Document Detail


Homozygous SLC25A13 mutation in a Taiwanese patient with adult-onset citrullinemia complicated with steatosis and hepatocellular carcinoma.
MedLine Citation:
PMID:  17000460     Owner:  NLM     Status:  MEDLINE    
Abstract/OtherAbstract:
Citrullinemia is a metabolic disorder characterized by elevated plasma concentrations of citrulline and ammonia. Adult-onset citrullinemia (type II, CTLN2) has been attributed to citrin deficiency caused by mutations in the SLC25A13 gene. CTLN2 is associated with a high incidence of hepatocellular carcinoma (HCC) in Japanese. We report a 48-year-old Taiwanese man with citrullinemia, who was in good health until the age of 34 when he had repeated episodes of consciousness disturbance. Hyperammonia (201 micromol/L) was found during an episode of coma. Liver function and electrolyte levels were normal at that time. Serologic markers of viral hepatitis B and C were negative. Analysis of genomic DNA extracted from peripheral blood leukocytes showed homozygous 851del4 mutation in exon 9 of the SLC25A13 gene on chromosome 7q21.3. Fourteen years after disease onset, at the age of 48, he was admitted due to an episode of coma. Abdominal sonography and computed tomography showed a 2.5 cm tumor in the left lobe of the liver, without evidence of liver cirrhosis. Wedge resection of the tumor was performed and grade 2 HCC was diagnosed. The nontumor part of the resected specimen showed chronic persistent hepatitis with moderate steatosis. The results in this case support that both citrin deficiency and steatohepatitis may contribute to hepatocarcinogenesis.
Authors:
Ching-Wei Tsai; Chih-Chao Yang; Huey-Ling Chen; Wuh-Liang Hwu; Mu-Zon Wu; Kao-Lang Liu; Ming-Shiang Wu
Publication Detail:
Type:  Case Reports; Journal Article    
Journal Detail:
Title:  Journal of the Formosan Medical Association = Taiwan yi zhi     Volume:  105     ISSN:  0929-6646     ISO Abbreviation:  J. Formos. Med.
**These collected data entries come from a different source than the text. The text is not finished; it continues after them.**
import { describe, expect, it } from 'vitest';
import { markStep, refreshWalk, startWalk, WalkError, walkStateSchema, type Walk, type WalkErrorCode } from '../../../shared/walk';
import { evidence, loadTree, syntheticTree, WORKED_EXAMPLE } from './helpers';

const workedWalk = () => startWalk(syntheticTree(WORKED_EXAMPLE), evidence());
const byId = (walk: Walk) => Object.fromEntries(walk.steps.map((s) => [s.id, s]));

function errorCode(fn: () => unknown): WalkErrorCode | undefined {
  try {
    fn();
  } catch (error) {
    if (error instanceof WalkError) return error.code;
    throw error;
  }
  return undefined;
}

describe('startWalk', () => {
  it('starts with the tree weights as probabilities and recommends the best p/c first', () => {
    // references.md §5 worked check: p = 0.5, 0.3, 0.2; c = 10, 2, 5; order 2, 1, 3.
    const walk = workedWalk();
    expect(walk.steps.map((s) => s.id)).toEqual(['c2', 'c1', 'c3']);
    expect(walk.nextStepId).toBe('c2');
    expect(byId(walk).c1?.probability).toBeCloseTo(0.5, 9);
    expect(walk.expectedMinutes.recommended).toBeCloseTo(10.0, 9); // references.md §5
    expect(walk.expectedMinutes.byLikelihood).toBeCloseTo(12.0, 9); // references.md §5
  });
});

describe('markStep', () => {
  it('renormalises after ruling out cause 2 to 0.714286 and 0.285714', () => {
    // references.md §5: p_j' = p_j / (1 - p_i)
    const walk = markStep(workedWalk(), 'c2', { state: 'ruled_out', note: 'Hose replaced last week, checked by eye.' });
    const steps = byId(walk);
    expect(steps.c1?.probability).toBeCloseTo(0.714286, 6);
    expect(steps.c3?.probability).toBeCloseTo(0.285714, 6);
    expect(steps.c2?.probability).toBe(0);
    expect(walk.steps.map((s) => s.id)).toEqual(['c1', 'c3', 'c2']);
  });

  it('renormalises the same way after a test that finds no fault', () => {
    const walk = markStep(workedWalk(), 'c2', { state: 'tested', outcome: 'no_fault' });
    expect(byId(walk).c1?.probability).toBeCloseTo(0.714286, 6); // references.md §5
    expect(walk.status).toBe('open');
  });

  it('restores the starting probabilities exactly when a step is set back to open', () => {
    const start = workedWalk();
    const afterTwo = markStep(
      markStep(start, 'c2', { state: 'tested', outcome: 'no_fault', note: 'ok' }),
      'c3',
      { state: 'ruled_out', note: 'new part' },
    );
    const reopened = markStep(markStep(afterTwo, 'c3', { state: 'open' }), 'c2', { state: 'open' });
    for (const step of reopened.steps) {
      expect(step.probability).toBe(byId(start)[step.id]?.probability);
      expect(step.state).toBe('open');
      expect(step.note).toBeUndefined();
    }
    expect(reopened.steps.map((s) => s.id)).toEqual(start.steps.map((s) => s.id));
  });

  it('finishes the walk on fault_found and confirms that cause', () => {
    const walk = markStep(workedWalk(), 'c1', { state: 'tested', outcome: 'fault_found' });
    expect(walk.status).toBe('finished');
    expect(walk.confirmedStepId).toBe('c1');
    expect(byId(walk).c1?.probability).toBe(1);
    expect(walk.nextStepId).toBeUndefined();
  });

  it('refuses marks on a finished walk, except reopening the confirmed step', () => {
    const finished = markStep(workedWalk(), 'c1', { state: 'tested', outcome: 'fault_found' });
    expect(errorCode(() => markStep(finished, 'c2', { state: 'tested', outcome: 'no_fault' }))).toBe('walk_finished');
    const reopened = markStep(finished, 'c1', { state: 'open' });
    expect(reopened.status).toBe('open');
    expect(reopened.confirmedStepId).toBeUndefined();
    expect(byId(reopened).c1?.probability).toBeCloseTo(0.5, 9);
  });

  it('rejects bad marks with a stable error code', () => {
    const walk = workedWalk();
    expect(errorCode(() => markStep(walk, 'nope', { state: 'open' }))).toBe('unknown_step');
    expect(errorCode(() => markStep(walk, 'c1', { state: 'tested' }))).toBe('outcome_required');
    expect(errorCode(() => markStep(walk, 'c1', { state: 'ruled_out', outcome: 'no_fault', note: 'x' }))).toBe('outcome_not_allowed');
    expect(errorCode(() => markStep(walk, 'c1', { state: 'open', outcome: 'no_fault' }))).toBe('outcome_not_allowed');
    expect(errorCode(() => markStep(walk, 'c1', { state: 'ruled_out' }))).toBe('reason_required');
    expect(
      errorCode(() => markStep(walk, 'c1', { state: 'ruled_out', note: 'x', measurement: { value: 1, unit: 'V' } })),
    ).toBe('measurement_not_allowed');
  });

  it('does not change the walk it was given', () => {
    const walk = workedWalk();
    const before = JSON.stringify(walk);
    markStep(walk, 'c2', { state: 'tested', outcome: 'fault_found' });
    expect(JSON.stringify(walk)).toBe(before);
  });
});

describe('measurements', () => {
  const pressureTree = syntheticTree([
    { id: 'pressure', weight: 1, minutes: 20, spec: { min: 300, max: 420, unit: 'kPa' } },
    { id: 'other', weight: 1, minutes: 20 },
  ]);

  it('converts a psi reading against a kPa spec and records the verdict', () => {
    // 15 psi = 103.42 kPa (references.md §6, derived from NIST SP 811)
    const walk = markStep(startWalk(pressureTree, evidence()), 'pressure', {
      state: 'tested',
      outcome: 'fault_found',
      measurement: { value: 15, unit: 'psi' },
    });
    const step = byId(walk).pressure;
    expect(step?.measurement).toEqual({ value: 15, unit: 'psi' });
    expect(step?.verdict?.verdict).toBe('out');
    expect(step?.verdict?.valueInSpecUnit).toBeCloseTo(103.42, 2);
  });

  it('rejects a volt reading against a pressure spec as wrong_unit', () => {
    const walk = startWalk(pressureTree, evidence());
    expect(
      errorCode(() => markStep(walk, 'pressure', { state: 'tested', outcome: 'no_fault', measurement: { value: 12, unit: 'V' } })),
    ).toBe('wrong_unit');
  });

  it('keeps a reading without a verdict when the step has no spec', () => {
    const walk = markStep(startWalk(pressureTree, evidence()), 'other', {
      state: 'tested',
      outcome: 'no_fault',
      measurement: { value: 12, unit: 'V' },
    });
    expect(byId(walk).other?.measurement).toEqual({ value: 12, unit: 'V' });
    expect(byId(walk).other?.verdict).toBeUndefined();
  });

  it('finds a cam one tooth off out of spec on the authored cam-crank step', () => {
    // 14 deg one tooth off against a limit of about 4 deg: common practice, no source
    const walk = startWalk(loadTree('cam-crank'), evidence({ codes: ['P0016'], context: ['after-timing-work'] }));
    const marked = markStep(walk, 'timing-one-tooth-off', {
      state: 'tested',
      outcome: 'fault_found',
      measurement: { value: 14, unit: 'deg' },
    });
    expect(byId(marked)['timing-one-tooth-off']?.verdict?.verdict).toBe('out');
  });

  it('finds 14.4 V in spec on the authored charging step', () => {
    // charging voltage about 13.5-14.5 V (references.md §6)
    const walk = startWalk(loadTree('charging'), evidence({ symptoms: ['battery-light'] }));
    const marked = markStep(walk, 'alternator-output', {
      state: 'tested',
      outcome: 'no_fault',
      measurement: { value: 14.4, unit: 'V' },
    });
    expect(byId(marked)['alternator-output']?.verdict?.verdict).toBe('in');
  });
});

describe('walk state', () => {
  it('rebuilds to the same walk with refreshWalk', () => {
    const walk = markStep(workedWalk(), 'c2', { state: 'ruled_out', note: 'new part' });
    expect(refreshWalk(walk)).toEqual(walk);
  });

  it('survives a JSON round trip and validates against the stored-state schema', () => {
    const tree = loadTree('misfire');
    const walk = markStep(startWalk(tree, evidence({ codes: ['P0302'], cylinders: [2] })), 'coil', {
      state: 'tested',
      outcome: 'no_fault',
      note: 'Swapped coil 2 and 3, misfire stayed on 2.',
    });
    const copy = JSON.parse(JSON.stringify(walk)) as unknown;
    expect(copy).toStrictEqual(walk); // no explicit undefined fields that JSON would drop
    const parsed = walkStateSchema.parse(copy);
    const next = markStep(parsed, 'spark-plug', { state: 'tested', outcome: 'fault_found' });
    expect(next.confirmedStepId).toBe('spark-plug');
  });
});
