import { describe, expect, it } from 'vitest';
import { stepMarkSchema, walkCreateSchema } from '../../../shared/walk';

describe('walkCreateSchema', () => {
  it('normalises codes and tags and fills defaults', () => {
    const parsed = walkCreateSchema.parse({ codes: [' p0302 ', 'P0301-00'], symptoms: ['Rough idle'], platformId: 4 });
    expect(parsed.codes).toEqual(['P0302', 'P0301-00']);
    expect(parsed.symptoms).toEqual(['rough-idle']);
    expect(walkCreateSchema.parse({}).codes).toEqual([]);
  });

  it('rejects codes that are not J2012 shaped and unknown fields', () => {
    // SAE J2012 format: letter P/C/B/U, then 0-3, then three hex characters (references.md §1)
    expect(walkCreateSchema.safeParse({ codes: ['P4302'], symptoms: [] }).success).toBe(false);
    expect(walkCreateSchema.safeParse({ codes: ['X0100'], symptoms: [] }).success).toBe(false);
    expect(walkCreateSchema.safeParse({ codes: [], symptoms: [], shopId: 3 }).success).toBe(false);
  });
});

describe('stepMarkSchema', () => {
  it('accepts a test with an outcome and a reading in any spelling of its unit', () => {
    const parsed = stepMarkSchema.parse({ state: 'tested', outcome: 'no_fault', measurement: { value: 45, unit: 'PSI' } });
    expect(parsed.measurement).toEqual({ value: 45, unit: 'psi' });
  });

  it('mirrors the walk rules so the API can name the field at fault', () => {
    const fields = (input: unknown) => stepMarkSchema.safeParse(input).error?.issues.map((i) => i.path.join('.'));
    expect(fields({ state: 'tested' })).toEqual(['outcome']);
    expect(fields({ state: 'open', outcome: 'no_fault' })).toEqual(['outcome']);
    expect(fields({ state: 'ruled_out' })).toEqual(['note']);
    expect(fields({ state: 'ruled_out', note: 'new part', measurement: { value: 1, unit: 'V' } })).toEqual(['measurement']);
    expect(fields({ state: 'tested', outcome: 'no_fault', measurement: { value: 1, unit: 'cubits' } })).toEqual(['measurement.unit']);
  });
});
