/// <reference types="node" />
import { readdirSync } from 'node:fs';
import path from 'node:path';
import { describe, expect, it } from 'vitest';
import { selectTrees } from '../../../shared/walk';
import { evidence, loadTree } from './helpers';

const ids = readdirSync(path.resolve(import.meta.dirname, '../../../content/trees'))
  .filter((f) => f.endsWith('.yaml'))
  .map((f) => f.replace(/\.yaml$/, ''));
const trees = ids.map(loadTree);
const first = (ev: Parameters<typeof selectTrees>[1]) => selectTrees(trees, ev)[0]?.tree.id;

describe('selectTrees', () => {
  it('picks the tree each kind of code belongs to', () => {
    expect(first(evidence({ codes: ['P0302'] }))).toBe('misfire');
    expect(first(evidence({ codes: ['P0171', 'P0174'] }))).toBe('lean');
    expect(first(evidence({ codes: ['P0175'] }))).toBe('rich');
    expect(first(evidence({ codes: ['P0016'] }))).toBe('cam-crank');
    expect(first(evidence({ codes: ['U0100'] }))).toBe('no-comm');
    expect(first(evidence({ codes: ['C0035'] }))).toBe('wheel-speed');
    expect(first(evidence({ codes: ['P0299'] }))).toBe('low-boost');
  });

  it('matches a code with a failure-type byte by its base code', () => {
    expect(first(evidence({ codes: ['p0301-00'] }))).toBe('misfire');
  });

  it('picks symptom-led trees from symptoms and context', () => {
    expect(first(evidence({ symptoms: ['pedal-pulsation'] }))).toBe('brakes');
    expect(first(evidence({ symptoms: ['Heavy steering'] }))).toBe('power-steering');
    expect(first(evidence({ symptoms: ['squeal'], context: ['after-belt-work'] }))).toBe('noise-after-work');
  });

  it('ranks a tree matched on code and context above one matched on the code alone', () => {
    const matches = selectTrees(trees, evidence({ codes: ['P0016', 'P0300'], context: ['after-timing-work'] }));
    expect(matches[0]?.tree.id).toBe('cam-crank');
    expect(matches.map((m) => m.tree.id)).toContain('misfire');
    expect(matches[0]?.reasons).toEqual(['code P0016', 'context after-timing-work']);
  });

  it('leaves out a turbo tree for an engine known to be naturally aspirated', () => {
    const ev = evidence({ codes: ['P0299'] });
    expect(selectTrees(trees, { ...ev, platform: { induction: 'naturally aspirated' } }).map((m) => m.tree.id)).not.toContain('low-boost');
    expect(selectTrees(trees, { ...ev, platform: { induction: 'turbocharged' } })[0]?.tree.id).toBe('low-boost');
  });

  it('does not offer engine trees for an electric platform', () => {
    const ids = selectTrees(trees, evidence({ symptoms: ['rough-idle', 'hesitation'], platform: { fuel: 'electric' } })).map((m) => m.tree.id);
    expect(ids).not.toContain('misfire');
    expect(ids).not.toContain('lean');
  });

  it('returns nothing when no tree matches', () => {
    expect(selectTrees(trees, evidence({ codes: ['B1234'], symptoms: ['strange-smell-in-boot'] }))).toEqual([]);
  });
});
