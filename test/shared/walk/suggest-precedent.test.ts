// Cause suggestions from a write-up, precedents from the shop's history, and the "after work"
// reasoning, measured on the demo shop's own cases (content/cases) and small made-up ones.
import path from 'node:path';
import { describe, expect, it } from 'vitest';
import { readDemoHistory } from '../../../server/seed/demo-history';
import {
  clearSuggestion,
  evidenceFrom,
  pickPrecedents,
  priorsFor,
  scoreHistory,
  selectTrees,
  startWalk,
  suggestCauses,
  type Tree,
} from '../../../shared/walk';
import { evidence, loadTree } from './helpers';

const content = path.resolve(import.meta.dirname, '../../../content');
const demo = readDemoHistory(content);
const TREE_IDS = ['brakes', 'cam-crank', 'charging', 'clutch-hydraulics', 'lean', 'low-boost', 'misfire', 'no-comm', 'no-program', 'noise-after-work', 'power-steering', 'rich', 'wheel-speed'];
const trees: Tree[] = TREE_IDS.map(loadTree);
const linked = demo.cases.filter((c) => c.cause);
const vt27 = demo.platforms.find((p) => p.engine === 'VT27')!;

describe('suggestCauses', () => {
  it('finds the linked cause of the demo cases from their write-up: first for 9 in 10, in the top three for all', () => {
    const ranks = linked.map((c) => {
      const s = suggestCauses(trees, { title: c.title, rootCause: c.file.rootCause, fix: c.file.fix }, evidenceFrom(c, c.platform));
      return s.findIndex((x) => x.cause === c.cause);
    });
    expect(linked.length).toBeGreaterThanOrEqual(50);
    expect(ranks.filter((r) => r === 0).length / ranks.length).toBeGreaterThanOrEqual(0.9);
    expect(ranks.every((r) => r >= 0 && r < 3)).toBe(true);
  });

  it('never links a wrong cause by itself on the demo cases, and links most of them', () => {
    const auto = linked.map((c) => ({ c, pick: clearSuggestion(suggestCauses(trees, { rootCause: c.file.rootCause, fix: c.file.fix }, evidenceFrom(c, c.platform))) }));
    const picked = auto.filter((a) => a.pick);
    expect(picked.every((a) => a.pick!.cause === a.c.cause)).toBe(true);
    expect(picked.length / linked.length).toBeGreaterThanOrEqual(0.6);
  });

  it('reads workshop words and J1930 terms: a "loom" is a harness, "MAF" is the air-flow sensor', () => {
    const ev = evidence({ codes: ['P0302', 'P0305'], platform: { fuel: 'petrol' } });
    const loom = suggestCauses(trees, { rootCause: 'Coil loom branches crossed when refitted, connectors on the wrong coils' }, ev);
    expect(loom[0]?.cause).toBe('misfire/ignition-harness');
    const maf = suggestCauses(trees, { rootCause: 'MAF contaminated with oil from an over-oiled filter' }, evidence({ codes: ['P0171'] }));
    expect(maf[0]?.cause).toMatch(/\/maf-contaminated$/);
  });

  it('scores in 0..1, best first, and links nothing when the write-up says nothing a tree knows', () => {
    const s = suggestCauses(trees, { rootCause: 'Customer fault, nothing found' }, evidence({ symptoms: ['misfire'] }));
    for (let i = 1; i < s.length; i++) expect(s[i - 1]!.score).toBeGreaterThanOrEqual(s[i]!.score);
    for (const x of s) expect(x.score).toBeGreaterThan(0), expect(x.score).toBeLessThan(1);
    expect(clearSuggestion(s)).toBeNull();
  });

  it('leaves out causes that cannot apply to the platform (no ignition coil on a diesel)', () => {
    const s = suggestCauses(trees, { rootCause: 'Ignition coil breaking down on cylinder 2' }, evidence({ codes: ['P0302'], platform: { fuel: 'diesel' } }), 20);
    expect(s.map((x) => x.cause)).not.toContain('misfire/coil');
  });
});

describe('precedents and sharp similarity on the demo shop', () => {
  const walkEv = evidenceFrom({ codes: ['P0302', 'P0305'], symptoms: ['misfire', 'rough-idle'], context: ['after-timing-work'] }, vt27);
  const history = demo.cases.filter((c) => c.confirmed);
  const scored = scoreHistory(walkEv, vt27, history);
  const misfire = selectTrees(trees, walkEv)[0]!.tree;
  const confirmed = scored.flatMap((c) => (c.cause?.startsWith('misfire/') ? [{ ...c, cause: c.cause }] : []));

  it('opens the VT27 P0302 + P0305 walk after timing work with the crossed coil connectors case, closest first', () => {
    const precedents = pickPrecedents(scored);
    expect(precedents[0]).toMatchObject({ caseId: '0050-vt27-misfire-cyl-2-5-after-timing-belt-coil-connectors-crossed', cause: 'misfire/ignition-harness', sameEngine: true });
    for (let i = 1; i < precedents.length; i++) expect(precedents[i - 1]!.similarity).toBeGreaterThanOrEqual(precedents[i]!.similarity);
    for (const p of precedents) expect(p.similarity).toBeGreaterThanOrEqual(0.7);
  });

  it('ranks the crossed coil connectors first on that walk, above cam timing', () => {
    expect(misfire.id).toBe('misfire');
    const walk = startWalk(misfire, walkEv, { confirmedCases: confirmed });
    expect(walk.nextStepId).toBe('ignition-harness');
    const harness = walk.steps.find((s) => s.id === 'ignition-harness')!;
    expect(harness.evidence[0]?.caseId).toBe('0050-vt27-misfire-cyl-2-5-after-timing-belt-coil-connectors-crossed');
    expect(harness.probability).toBeGreaterThan(walk.steps.find((s) => s.id === 'cam-timing')!.probability);
  });

  it('counts the same-engine precedent far more than the same-family cam-timing case on another engine', () => {
    const exact = scored.find((c) => c.caseId.toString().startsWith('0050-'))!;
    const family = scored.find((c) => c.caseId.toString().startsWith('0010-'))!;
    expect(exact.similarity).toBeGreaterThan(0.85);
    expect(family.similarity).toBeLessThan(0.7);
    const only = (c: typeof exact) => startWalk(misfire, walkEv, { confirmedCases: [{ ...c, cause: c.cause! }] });
    const plain = startWalk(misfire, walkEv);
    const rise = (w: ReturnType<typeof startWalk>, id: string) => w.steps.find((s) => s.id === id)!.prior - plain.steps.find((s) => s.id === id)!.prior;
    expect(rise(only(exact), 'ignition-harness')).toBeGreaterThan(5 * rise(only(family), 'cam-timing'));
  });
});

describe('after-work context raises what the work disturbed', () => {
  const both = evidence({ codes: ['P0302', 'P0305'], cylinders: [2, 5], banks: { bank1: [2], bank2: [5], bothBanks: true }, platform: { fuel: 'petrol' } });
  const misfire = loadTree('misfire');
  const prior = (ev: typeof both, id: string) => priorsFor(misfire, ev).find((p) => p.causeId === id)!;

  it('keeps "misfires on both banks make a part on one cylinder unlikely" off a harness the work disturbed', () => {
    const plain = prior(both, 'ignition-harness');
    expect(plain.why).toContain('misfires on both banks make a part on one cylinder unlikely');
    const afterWork = prior({ ...both, context: ['after-timing-work'] }, 'ignition-harness');
    expect(afterWork.why.join(' ')).not.toMatch(/make a part on one cylinder unlikely/);
    expect(afterWork.why.join(' ')).toMatch(/connectors crossed|do not make it less likely/);
    expect(afterWork.factor).toBeGreaterThan(plain.factor * 5);
    // a coil the work did not touch still gets the both-banks reasoning
    expect(prior({ ...both, context: ['after-timing-work'] }, 'coil').why).toContain('misfires on both banks make a part on one cylinder unlikely');
  });

  it('raises connectors, hoses and sensors after timing, belt or engine work, not only cam timing', () => {
    for (const context of ['after-timing-work', 'after-belt-job', 'after-engine-swap']) {
      const ev = { ...both, context: [context] };
      for (const id of ['ignition-harness', 'injector-harness', 'vacuum-leak']) expect(prior(ev, id).factor, `${id} ${context}`).toBeGreaterThan(prior(both, id).factor);
    }
    const camCrank = loadTree('cam-crank');
    const sensor = (ctx: string[]) => priorsFor(camCrank, evidence({ codes: ['P0340'], context: ctx })).find((p) => p.causeId === 'cmp-sensor')!.factor;
    expect(sensor(['after-timing-work'])).toBeGreaterThan(sensor([]));
    const boost = loadTree('low-boost');
    const pipe = (ctx: string[]) => priorsFor(boost, evidence({ codes: ['P0299'], context: ctx })).find((p) => p.causeId === 'charge-pipe-leak')!.factor;
    expect(pipe(['after-engine-swap'])).toBeGreaterThan(pipe([]));
  });
});
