/// <reference types="node" />
// Every authored tree in content/trees must validate, and every cause id the demo
// case notes rely on must exist. The files are read with node:fs here, in the test only.
import { readdirSync, readFileSync } from 'node:fs';
import path from 'node:path';
import { parse } from 'yaml';
import { describe, expect, it } from 'vitest';
import { listCauses, parseTree, type Tree } from '../../../shared/walk';

const dir = path.resolve(import.meta.dirname, '../../../content/trees');
const files = readdirSync(dir).filter((f) => f.endsWith('.yaml'));

let cache: Tree[] | undefined;
function loadAll(): Tree[] {
  cache ??= files.map((f) => parseTree(parse(readFileSync(path.join(dir, f), 'utf8'))));
  return cache;
}

/** The ids the demo case notes reference (shared contract between helpers). */
const CONTRACT: Record<string, string[]> = {
  misfire: ['coil', 'spark-plug', 'injector', 'low-compression', 'cam-timing', 'fuel-pressure-low', 'vacuum-leak', 'ignition-harness', 'injector-harness', 'maf-contaminated'],
  lean: ['vacuum-leak', 'maf-contaminated', 'fuel-pressure-low', 'injector-restricted', 'exhaust-leak-upstream', 'pcv-failed', 'intake-gasket'],
  rich: ['injector-leaking', 'fuel-pressure-high', 'ect-sensor', 'purge-valve-stuck', 'maf-overreading'],
  'low-boost': ['charge-pipe-leak', 'intercooler-leak', 'wastegate-stuck-open', 'bypass-valve-leak', 'turbo-worn', 'boost-sensor', 'boost-control-solenoid'],
  'cam-crank': ['timing-one-tooth-off', 'cmp-sensor', 'ckp-sensor', 'phaser-stuck', 'reluctor-damaged', 'timing-chain-stretched'],
  'no-comm': ['bus-termination', 'module-ground', 'module-power', 'connector-corrosion', 'bus-short', 'module-failed', 'gateway-fault'],
  'wheel-speed': ['sensor-debris-gap', 'tone-ring-cracked', 'sensor-wiring-chafed', 'hub-bearing-play', 'sensor-failed'],
  'no-program': ['low-supply-voltage', 'wrong-calibration', 'interface-connection', 'security-access', 'module-internal'],
  'noise-after-work': ['heat-shield-loose', 'mount-not-torqued', 'belt-misrouted', 'tensioner-failed', 'exhaust-clamp', 'coolant-hose-clamp', 'vacuum-line-off'],
  'clutch-hydraulics': ['master-bypass', 'slave-leak', 'air-in-line', 'fluid-contaminated'],
  brakes: ['pad-glazed', 'rotor-runout', 'slide-pins-seized', 'hose-collapsed', 'caliper-piston-sticking'],
  'power-steering': ['fluid-low-leak', 'pump-worn', 'air-in-system', 'rack-internal-leak'],
};

/** Words that mark a step that can hurt someone; such a step must carry a caution. */
const HAZARDS = /fuel pressure|relieve|high.voltage|secondary|lift|stands|jack|hot coolant|radiator cap|timing mark|rotat|belt|fan|hot exhaust|battery charger|pressure test/i;

describe('authored cause trees', () => {
  it('has at least 12 tree files, each validating against the tree schema', () => {
    expect(files.length).toBeGreaterThanOrEqual(12);
    for (const f of files) {
      expect(() => parseTree(parse(readFileSync(path.join(dir, f), 'utf8'))), f).not.toThrow();
    }
  });

  it('names each file after its tree id and uses each tree id once', () => {
    const trees = loadAll();
    expect(trees.map((t) => `${t.id}.yaml`).sort()).toEqual([...files].sort());
  });

  it('contains every cause id in the contract with the demo case notes', () => {
    const byId = new Map(loadAll().map((t) => [t.id, new Set(listCauses(t).map((c) => c.id))]));
    const missing = Object.entries(CONTRACT).flatMap(([treeId, ids]) =>
      ids.filter((id) => !byId.get(treeId)?.has(id)).map((id) => `${treeId}/${id}`),
    );
    expect(missing).toEqual([]);
  });

  it('gives a caution to every step whose procedure involves a hazard', () => {
    const hazardous = loadAll()
      .flatMap(listCauses)
      .filter((c) => HAZARDS.test(`${c.test.do} ${c.test.tools.join(' ')}`));
    expect(hazardous.length).toBeGreaterThan(20);
    expect(hazardous.filter((c) => !c.caution).map((c) => c.globalId)).toEqual([]);
  });

  it('words every caution as a caution that defers to the manufacturer', () => {
    for (const cause of loadAll().flatMap(listCauses)) {
      if (!cause.caution) continue;
      expect(cause.caution, cause.globalId).toMatch(/^Caution:/);
      expect(cause.caution, cause.globalId).toMatch(/manufacturer/i);
    }
  });

  it('gives every tree at least four causes to choose between', () => {
    for (const tree of loadAll()) expect(listCauses(tree).length, tree.id).toBeGreaterThanOrEqual(4);
  });
});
Assoc.     Publication Date:  2006 Oct 
Date Detail:
Created Date:  2006-09-26     Completed Date:  2006-11-14     Revised Date:  2009-11-19    
Medline Journal Info:
Nlm Unique ID:  9214933     Medline TA:  J Formos Med Assoc     Country:  China    
Other Details:
Languages:  eng     Pagination:  852-6     Citation Subset:  IM    
Affiliation:
Department of Internal Medicine, National Taiwan University Hospital and National Taiwan University College of Medicine, 7 Chung Shan South Road, Taipei 100, Taiwan.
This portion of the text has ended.